Unfortunately, reality is more complicated than this. The
computation is very memory intensive. Computing a sitewise hessian
for a tree with n branches, for a model with p
parameters, requires total memory usage of
about (3×61/2)n(p²+n) variables of
type long double
. Typically, somewhere around 8-16
bytes. That is, each thread could need about
about n(p²+n) kilobytes of memory. For large trees
with lots of parameters, this can quickly use up most of your
available memory, actually causing the program to run more
slowly. Therefore, if your memory is limited, or if other programs
are also using it up, it may be more efficient to use fewer
threads. [On Unix-based systems, you can test memory usage using
the top command.] [There are probably other ways too.]
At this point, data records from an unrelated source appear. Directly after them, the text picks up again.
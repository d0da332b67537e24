import { basename } from "node:path";
import { readOrTell, writeFault } from "#main/node/disk-fault.ts";
import type { AppendFile, FilePort } from "#main/node/file-port.ts";
import { Turns } from "#main/node/turns.ts";
import { writeWhole } from "#main/node/whole-file.ts";
import type { AppendAnswer, AppendRequest, LogAnswer } from "#shared/api/routes.ts";
import { isTautlineError, TautlineError, unreadable } from "#shared/errors.ts";
import { readChain, splitLog } from "#shared/log/chain.ts";
import { hashOfLine } from "#shared/log/line.ts";
import type { LogHead, LogHeader } from "#shared/log/records.ts";

/** Called before every append; throws `held-elsewhere` when this process may not write any more. */
export type WriterCheck = () => Promise<void>;

/** What is known of a journal on disk: where each line ends and its hash. `size` counts whole, chained lines only. */
interface Known {
  readonly header: LogHeader;
  /** Byte offset just after each line's newline. */
  readonly ends: number[];
  readonly hashes: string[];
  /** A torn last line follows `size`; it is cut off before the next append. */
  torn: boolean;
}

/**
 * The journal of one pass: a file of chained lines that grows at its end. Appends and reads take turns. After any failure to
 * write, the file is cut back to what was acknowledged before anything else is appended.
 */
export class Journal {
  readonly #files: FilePort;
  readonly #path: string;
  readonly #mayWrite: WriterCheck;
  readonly #known: Known;
  readonly #turns = new Turns();
  #file: AppendFile | null = null;

  private constructor(files: FilePort, path: string, mayWrite: WriterCheck, known: Known) {
    this.#files = files;
    this.#path = path;
    this.#mayWrite = mayWrite;
    this.#known = known;
  }

  /** Writes a new journal whole. There must be none yet. @throws conflict, disk-full, write-failed, unreadable-input */
  static async create(files: FilePort, path: string, lines: readonly string[], mayWrite: WriterCheck): Promise<Journal> {
    await mayWrite();
    if ((await files.read(path, 0, 0)) !== undefined) {
      throw new TautlineError("conflict", "The pass has a journal already; it stays as it is.", {
        what: "journal",
        expected: "none",
        found: "a journal",
      });
    }
    const bytes = encodeLines(lines);
    const known = scan(basename(path), bytes);
    await writeWhole(files, path, bytes);
    files.reach("journal:after-create");
    return new Journal(files, path, mayWrite, known);
  }

  /** Opens the journal and checks its chain; undefined when there is none. @throws unreadable-input where the chain is broken. */
  static async open(files: FilePort, path: string, mayWrite: WriterCheck): Promise<Journal | undefined> {
    const bytes = await readOrTell(files, path, basename(path));
    return bytes && new Journal(files, path, mayWrite, scan(basename(path), bytes));
  }

  get header(): LogHeader {
    return this.#known.header;
  }

  get head(): LogHead {
    return headOf(this.#known);
  }

  /** Hash of the line `seq`; undefined when the log does not reach that far. */
  hashAt(seq: number): string | undefined {
    return this.#known.hashes[seq];
  }

  /** Lines from seq `from` on. @throws bad-request when the log does not reach that far. */
  read(from: number): Promise<LogAnswer> {
    return this.#turns.take(async () => {
      const { ends, hashes, header } = this.#known;
      if (from > ends.length) {
        const what = `the log ends at seq ${ends.length - 1}`;
        throw new TautlineError("bad-request", `Lines from seq ${from} were asked for, but ${what}.`, {
          what,
          where: "query.from",
        });
      }
      const start = from === 0 ? 0 : ends[from - 1]!;
      const size = ends[ends.length - 1]!;
      const bytes = (await readOrTell(this.#files, this.#path, basename(this.#path), start, size)) ?? new Uint8Array(0);
      if (bytes.length !== size - start) {
        throw unreadable(
          basename(this.#path),
          `${size} bytes`,
          `${start + bytes.length}`,
          undefined,
          "The file was changed outside.",
        );
      }
      const lines = new TextDecoder().decode(bytes).split("\n").slice(0, -1);
      return { epoch: header.epoch, lines, head: headOf(this.#known), before: from === 0 ? "" : hashes[from - 1]! };
    });
  }

  /**
   * Appends lines that continue the chain from the request's base; resolves once they are on disk and synced. Lines that
   * are there already are `known`. @throws conflict when the logs fork, disk-full, write-failed, held-elsewhere, unreadable-input
   */
  append(request: Pick<AppendRequest, "epoch" | "base" | "lines">): Promise<AppendAnswer> {
    return this.#turns.take(async () => {
      const fresh = this.#freshLines(request);
      if (fresh.length === 0) return { outcome: "known", head: this.head };
      const chained = readChain(fresh, this.head, "The lines sent");
      await this.#mayWrite();
      await this.#write(encodeLines(fresh));
      let end = this.#size();
      for (const [i, { hash }] of chained.entries()) {
        end += Buffer.byteLength(fresh[i]!) + 1;
        this.#known.ends.push(end);
        this.#known.hashes.push(hash);
      }
      return { outcome: "appended", head: this.head };
    });
  }

  async close(): Promise<void> {
    await this.#turns.take(() => this.#drop());
  }

  /** The lines of a request that are not on disk yet. @throws conflict */
  #freshLines({ epoch, base, lines }: Pick<AppendRequest, "epoch" | "base" | "lines">): readonly string[] {
    const { header, hashes } = this.#known;
    if (epoch !== header.epoch) throw forked("epoch", header.epoch, epoch);
    const have = hashes[base.seq];
    if (have === undefined) throw forked("base", `seq ${hashes.length - 1} at most`, `seq ${base.seq}`);
    if (have !== base.hash) throw forked("base", `${have} at seq ${base.seq}`, base.hash);
    const overlap = Math.min(lines.length, hashes.length - 1 - base.seq);
    for (let i = 0; i < overlap; i += 1) {
      const hash = hashOfLine(lines[i]!);
      if (hash !== hashes[base.seq + 1 + i]) throw forked("line", `${hashes[base.seq + 1 + i]} at seq ${base.seq + 1 + i}`, hash);
    }
    return lines.slice(overlap);
  }

  async #write(bytes: Uint8Array): Promise<void> {
    const size = this.#size();
    try {
      if (this.#known.torn) await this.#cutTail(size);
      this.#file ??= await this.#files.openAppend(this.#path);
      this.#files.reach("journal:before-append");
      // Until the sync has succeeded, the file holds bytes that nobody was promised.
      this.#known.torn = true;
      await this.#file.append(bytes);
      this.#files.reach("journal:after-append");
      await this.#file.sync();
      this.#known.torn = false;
      this.#files.reach("journal:after-sync");
    } catch (error) {
      const fault = await writeFault(this.#files, this.#path, error, bytes.length);
      if (!isTautlineError(fault)) throw fault;
      // The tail stays marked as torn when it cannot be cut now; the next append tries again first.
      await this.#cutTail(size).catch(() => undefined);
      await this.#drop();
      throw fault;
    }
  }

  async #cutTail(size: number): Promise<void> {
    this.#files.reach("journal:before-tail-drop");
    this.#file ??= await this.#files.openAppend(this.#path);
    await this.#file.truncate(size);
    await this.#file.sync();
    this.#files.reach("journal:after-tail-drop");
    this.#known.torn = false;
  }

  async #drop(): Promise<void> {
    const file = this.#file;
    this.#file = null;
    await file?.close().catch(() => undefined);
  }

  #size(): number {
    return this.#known.ends[this.#known.ends.length - 1]!;
  }
}

function headOf({ hashes }: Known): LogHead {
  return { seq: hashes.length - 1, hash: hashes[hashes.length - 1]! };
}

function encodeLines(lines: readonly string[]): Uint8Array {
  return new TextEncoder().encode(`${lines.join("\n")}\n`);
}

/** Checks the whole chain; a torn last line is left out and marked. @throws unreadable-input */
function scan(file: string, bytes: Uint8Array): Known {
  const { lines, torn } = splitLog(new TextDecoder().decode(bytes));
  const chained = readChain(lines, undefined, file);
  const first = chained[0]?.record;
  if (first?.kind !== "header")
    throw unreadable(file, "a header line", bytes.length === 0 ? "an empty file" : "a torn line", "line 1");
  let end = 0;
  const ends = lines.map((line) => {
    end += Buffer.byteLength(line) + 1;
    return end;
  });
  return { header: first.body, ends, hashes: chained.map(({ hash }) => hash), torn: torn !== null };
}

function forked(what: string, expected: string, found: string): TautlineError<"conflict"> {
  return new TautlineError(
    "conflict",
    "The log in the library and the one sent went different ways. Both are kept: choose which to go on with.",
    { what, expected, found },
  );
}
As an example of typical memory usage, on my computer, for a tree with 6 species, using a model with 32 parameters, and 4 threads, the memory usage was about 750 megabytes. For a tree with 12 species, it was using 875 megabytes. For a tree with 25 species, it was using about 800 megabytes. For a tree with 349 species it used about 5 gigabytes.
For the tree with 349 species (using sequences of 987 nucleotides) the times for a single hessian calculation with various numbers of threads are as follows:
Number of Threads | Time for a single hessian calculation |
1 | 24m22.164s |
2 | 18m40.653s |
3 | 24m11.497 |
4 | 22m35.210s |
5 | 14m?? |
6 | 20m?? |
These tests were done on a computer with 2 2.66GHz intel i5 processors (which support hyperthreading), with 4MB shared L3 cache, and 6GB total RAM.
[Note that the threaded version is not yet optimally implemented. Many values are needlessly calculated once for each thread. Improvements to later versions of the program should increase the benefits from using additional threads.]